# Flakey skin



## thestarsfall (Jan 24, 2007)

On my nose.  It's not dry in any way....I have combo skin so my nose is usually oily to some extent except when its just washed.  

However, whenever I apply concealer or foundation it goes all flakey ish on my nose...and looks obvious...

I use moisturizer so I dont know what the issue is..


----------



## queenofdisaster (Jan 24, 2007)

girl i dont know either. i have to PILE moisturizer on, let it sit for about 15 minutes before i rub it in, then sometimes i even put more when i do rub it in... thats the only thing that even REMOTELY works for me!


----------



## medusalox (Jan 24, 2007)

I have the same problem.
This morning, I slapped on my hyper real foundation and looked in the mirror and was like "Uhhh, no."
Iridescent-esque foundation + flakes? Mmmm, shiny cake face. Not attractive.
Im gonna try exfoliating more. I only do it once every other week or so (pretty much when I remember, I'm lazy). I hope that helps.
Let me know what works!


----------



## Katja (Jan 24, 2007)

*Have you tried a gentle facial exfoliation?  That should help with any DEAD skin cells...

I exfoliate my face once a week with Body Shop's Tea Tree oil facial scrub, but there are plenty of products out on the market. hth. 
	

	
	
		
		

		
			



*


----------



## thatcamgirl (Jan 24, 2007)

I used to have this problem as well, then I started rubbing EVOO on my face every night and believe me, I no longer suffer from 'FLAKEYONLYWHENYOUPUTMAKEUPON' face.


----------



## quinntastic (Jan 24, 2007)

Quote:

   Originally Posted by *Katja* 

 
_*Have you tried a gentle facial exfoliation?  That should help with any DEAD skin cells...

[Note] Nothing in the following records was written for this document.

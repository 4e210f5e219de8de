//! What every section needs while a file is read: the text, the messages so far, and readers of plain values.
//!
//! A reader returns `None` after it has said what is wrong; callers go on with the rest, so that all errors are found in
//! one run. Names and formulas are `names`' business. To read a new kind of plain value, add a method here.

use std::fmt::Display;
use std::rc::Rc;

use super::Files;
use super::keys::{Key, Table};
use crate::diag::nearest::nearest;
use crate::diag::{Diagnostic, Location, Sources};
use crate::model::Placed;
use crate::model::findings::Findings;
use crate::model::messages::{Message, digits};
use crate::model::tree::{Entry, Kind, Node};
use crate::model::yaml::Typed;

/// The reading of one model file.
pub(super) struct Desk<'f> {
    pub(super) files: &'f dyn Files,
    pub(super) sources: Sources,
    findings: Findings,
    /// Something was passed over that an error already reported may have caused.
    doubt: bool,
}

/// The entries of a map of a known kind.
pub(super) struct Fields<'n> {
    entries: &'n [Entry],
    pub(super) at: Location,
}

impl<'n> Fields<'n> {
    pub(super) fn entry(&self, name: &str) -> Option<&'n Entry> {
        self.entries.iter().find(|entry| entry.key == name)
    }

    pub(super) fn get(&self, name: &str) -> Option<&'n Node> {
        self.entry(name).map(|entry| entry.value.as_ref())
    }
}

impl<'f> Desk<'f> {
    pub(super) fn new(files: &'f dyn Files, sources: Sources, findings: Findings) -> Self {
        Self { files, sources, findings, doubt: false }
    }

    /// Whether nothing was wrong and nothing was passed over.
    pub(super) fn is_clean(&self) -> bool {
        self.findings.is_empty() && !self.doubt
    }

    /// Notes that a name was left unjudged, because part of the declarations could not be read.
    pub(super) fn unsure(&mut self) {
        self.doubt = true;
    }

    pub(super) fn say(&mut self, message: Message, at: Location, values: &[&dyn Display]) {
        self.findings.say(message, at, values);
    }

    /// As [`say`](Self::say), with the place of the other of two things that cannot both be.
    pub(super) fn say_both(
        &mut self,
        message: Message,
        at: Location,
        values: &[&dyn Display],
        other: (Location, &str),
    ) {
        self.findings.report(message.at(at, values).related(other.0, other.1));
    }

    pub(super) fn report(&mut self, diagnostic: Diagnostic) {
        self.findings.report(diagnostic);
    }

    /// The candidate that was probably meant; not asked for where no more advice is shown.
    pub(super) fn nearest<'c>(&self, word: &str, candidates: impl IntoIterator<Item = &'c str>) -> Option<&'c str> {
        if self.is_full() { None } else { nearest(word, candidates) }
    }

    pub(super) fn is_full(&self) -> bool {
        self.findings.is_full()
    }

    /// The texts, and everything that was said, in the order of the file.
    pub(super) fn finish(self) -> (Sources, Vec<Diagnostic>) {
        (self.sources, self.findings.into_sorted())
    }

    /// A map with the keys of a table; an empty value is an empty map. `name` is what messages call it.
    pub(super) fn fields<'n>(&mut self, node: &'n Node, table: &Table, name: &str, at: Location) -> Option<Fields<'n>> {
        let entries = if is_null(node) { &[][..] } else { self.mapping(node, name, table)? };
        for entry in entries {
            if !table.keys.iter().any(|key| key.name == entry.key) {
                self.unknown_key(entry, table);
            }
        }
        for key in table.keys.iter().filter(|key| key.required) {
            if !entries.iter().any(|entry| entry.key == key.name) {
                self.say(Message::MissingKey, at, &[&name, &key.name, &key.what, &key.example]);
            }
        }
        Some(Fields { entries, at })
    }

    fn unknown_key(&mut self, entry: &Entry, table: &Table) {
        let near = self.nearest(&entry.key, table.keys.iter().map(|key| key.name));
        if let Some(Key { name, what, .. }) = near.and_then(|near| table.keys.iter().find(|key| key.name == near)) {
            self.say(Message::UnknownKeyNear, entry.key_at, &[&table.name, &entry.key, name, what]);
            return;
        }
        let names: Vec<&str> = table.keys.iter().map(|key| key.name).collect();
        let names =
            if names.is_empty() { "an empty map: {}".to_owned() } else { format!("one of {}", names.join(", ")) };
        self.say(Message::UnknownKey, entry.key_at, &[&table.name, &entry.key, &names]);
    }

    fn mapping<'n>(&mut self, node: &'n Node, name: &str, table: &Table) -> Option<&'n [Entry]> {
        let needed: Vec<&str> = table.keys.iter().filter(|key| key.required).map(|key| key.example).collect();
        let first = || table.keys.first().map_or("", |key| key.example).to_owned();
        let example = if needed.is_empty() { first() } else { needed.join(", ") };
        self.map(node, name, table.form, &format!("write for example {{{example}}}"))
    }

    /// A map whose keys are names of the user's own.
    pub(super) fn map<'n>(&mut self, node: &'n Node, name: &str, what: &str, help: &str) -> Option<&'n [Entry]> {
        match &node.kind {
            Kind::Mapping(entries) => Some(entries),
            Kind::Broken => None,
            _ => {
                self.say(Message::NotAMap, node.at, &[&name, &what, &help]);
                None
            }
        }
    }

    /// The elements of a list.
    pub(super) fn list<'n>(&mut self, node: &'n Node, name: &str, what: &str) -> Option<&'n [Rc<Node>]> {
        match &node.kind {
            Kind::Sequence(nodes) => Some(nodes),
            Kind::Broken => None,
            _ => {
                self.say(Message::NotAList, node.at, &[&name, &what]);
                None
            }
        }
    }

    /// A single value that is not empty.
    pub(super) fn scalar<'n>(&mut self, node: &'n Node, name: &str, what: &str) -> Option<Typed<'n>> {
        match &node.kind {
            Kind::Scalar(scalar) => match scalar.typed() {
                Typed::Null => {
                    let message = if self.is_before_comment(node) { Message::MissingComment } else { Message::Missing };
                    self.say(message, node.at, &[&name, &what]);
                    None
                }
                typed => Some(typed),
            },
            Kind::Broken => None,
            Kind::Sequence(_) | Kind::Mapping(_) => {
                self.say(Message::NotOneValue, node.at, &[&name, &what]);
                None
            }
        }
    }

    /// Whether a comment follows on the line where a value is missing.
    fn is_before_comment(&self, node: &Node) -> bool {
        let source = self.sources.get(node.at.source).map_or("", |source| source.text.as_str());
        source.get(node.at.span.end..).is_some_and(|rest| rest.trim_start_matches([' ', '\t']).starts_with('#'))
    }

    /// Any single value as the text that was written.
    pub(super) fn text(&mut self, node: &Node, name: &str, what: &str) -> Option<Placed<String>> {
        self.scalar(node, name, what)?;
        let Kind::Scalar(scalar) = &node.kind else { return None };
        let text = scalar.value.trim();
        if text.is_empty() {
            self.say(Message::Blank, node.at, &[&name, &what]);
            return None;
        }
        Some(Placed { value: text.to_owned(), at: node.at })
    }

    /// A text of one line.
    pub(super) fn line(&mut self, node: &Node, name: &str, what: &str) -> Option<Placed<String>> {
        let text = self.text(node, name, what)?;
        if text.value.contains('\n') {
            self.say(Message::SeveralLines, node.at, &[&name]);
            return None;
        }
        Some(text)
    }

    /// An optional text.
    pub(super) fn note(&mut self, fields: &Fields<'_>) -> Option<String> {
        let node = fields.get("note")?;
        self.text(node, "\"note\"", "a text").map(|text| text.value)
    }

    /// A finite number.
    pub(super) fn number(&mut self, node: &Node, name: &str) -> Option<f64> {
        match self.scalar(node, name, "a number")? {
            Typed::Number(value) if value.is_finite() => Some(value),
            Typed::Number(_) => {
                let Kind::Scalar(scalar) = &node.kind else { return None };
                self.say(Message::NotFinite, node.at, &[&name, &scalar.value]);
                None
            }
            Typed::Text(text) => {
                let plain = matches!(&node.kind, Kind::Scalar(scalar) if scalar.is_plain());
                let (message, advice) = super::numbers::why_not_a_number(text, plain);
                self.say(message, node.at, &[&name, &text, &advice]);
                None
            }
            Typed::Bool(value) => {
                self.say(Message::NotANumber, node.at, &[&name, &value]);
                None
            }
            Typed::Null => None,
        }
    }

    /// A number above zero.
    pub(super) fn positive(&mut self, node: &Node, name: &str) -> Option<f64> {
        let value = self.number(node, name)?;
        if value > 0.0 {
            return Some(value);
        }
        self.say(Message::NotPositive, node.at, &[&name, &digits(value)]);
        None
    }

    /// A number that is not negative.
    pub(super) fn not_negative(&mut self, node: &Node, name: &str) -> Option<f64> {
        let value = self.number(node, name)?;
        if value >= 0.0 {
            return Some(value);
        }
        self.say(Message::Negative, node.at, &[&name, &digits(value)]);
        None
    }

    /// Two numbers in a list.
    pub(super) fn pair(&mut self, node: &Node, name: &str) -> Option<[f64; 2]> {
        let what = "two numbers, low then high";
        let nodes = self.list(node, name, what)?;
        let [low, high] = nodes else {
            let advice = "two numbers in brackets, with decimal points: [0.5, 1.5]";
            self.say(Message::NotAPair, node.at, &[&name, &what, &advice]);
            return None;
        };
        let (low, high) = (self.number(low, name), self.number(high, name));
        Some([low?, high?])
    }

    /// True or false.
    pub(super) fn flag(&mut self, node: &Node, name: &str) -> Option<bool> {
        if let Typed::Bool(value) = self.scalar(node, name, "true or false")? {
            return Some(value);
        }
        let Kind::Scalar(scalar) = &node.kind else { return None };
        self.say(Message::NotAFlag, node.at, &[&name, &scalar.value]);
        None
    }

    /// One of a few words, as its index.
    pub(super) fn word(&mut self, node: &Node, name: &str, words: &[&str]) -> Option<usize> {
        let choices = words.join(" or ");
        let text = self.text(node, name, &choices)?;
        let found = words.iter().position(|&word| word == text.value);
        if found.is_none() {
            self.say(Message::NotAWord, node.at, &[&name, &text.value, &choices]);
        }
        found
    }
}

/// Whether nothing stands there.
pub(super) fn is_null(node: &Node) -> bool {
    matches!(&node.kind, Kind::Scalar(scalar) if scalar.typed() == Typed::Null)
}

I exfoliate my face once a week with Body Shop's Tea Tree oil facial scrub, but there are plenty of products out on the market. hth. 
	

	
	
		
		

		
		
	


	


*_

 
Agreed.  Your makeup will stay on better if you exfoliate that dry upper layer of your epidermis.  I like Modern Friction (to be used no more than 3 times a week) or Never a Dull Moment from Origins.  If necessaty, use a liquid toner to replenish some of your dryness and think about getting a different moisturizer for that area if exfoliating doesn't work.


----------



## thestarsfall (Jan 24, 2007)

I exfoliate in the shower and I every other night or so use the oil cleaning method with EVOO and then slap on my nightcream and put vaseline on places....

I shall try the ubermoisturizer dealio before the foundation...


----------



## MacMonster (Jan 25, 2007)

what the heck is evoo?? haha sometimes the stuff said on this forum woosh over my head. 

I actually do have dry skin around my nose. I exfoliate to death and slap vaseline on there and it works for a few hours and then the next day same thing needs to be done!


----------



## thestarsfall (Jan 25, 2007)

evoo = extra virgin olive oil


----------



## Bernadette (Jan 26, 2007)

I suggest a foundation primer. Smashbox is the best in my opinion. I use it even though I rarely use foundation. It gives your skin a nice healthy glow, seals in the products you want like moisturizer and acts as a barrier against things in the air that you don't want.


----------



## MacMonster (Jan 26, 2007)

Quote:

   Originally Posted by *thestarsfall* 

 
_evoo = extra virgin olive oil





_

 

Ooooh, thanks!


----------



## mbee (Jan 26, 2007)

I used to have the same problem.. I exfoliate and after I wash my face I put Aquaphor on the problem areas.  It helped me out


----------



## faerie_bel (Jan 27, 2007)

I have an oily t-zone and also flake badly. I think I have seborrheic dermatitis.... 
	

	
	
		
		

		
		
	


	




 Anyway. What works for me is oil cleansing. I use Grapeseed oil because EVOO breaks me out. 
	

	
	
		
		

		
		
	


	




 Apply the oil to a dry face at night time. Massage it into skin. The first few times you do this, take your time with the massaging - you will see/feel flakes come away from your skin. (It's so awesome!) Follow with a gentle foaming cleanser to remove the oil. Moisturise as usual - you may want to use something lighter than normal. 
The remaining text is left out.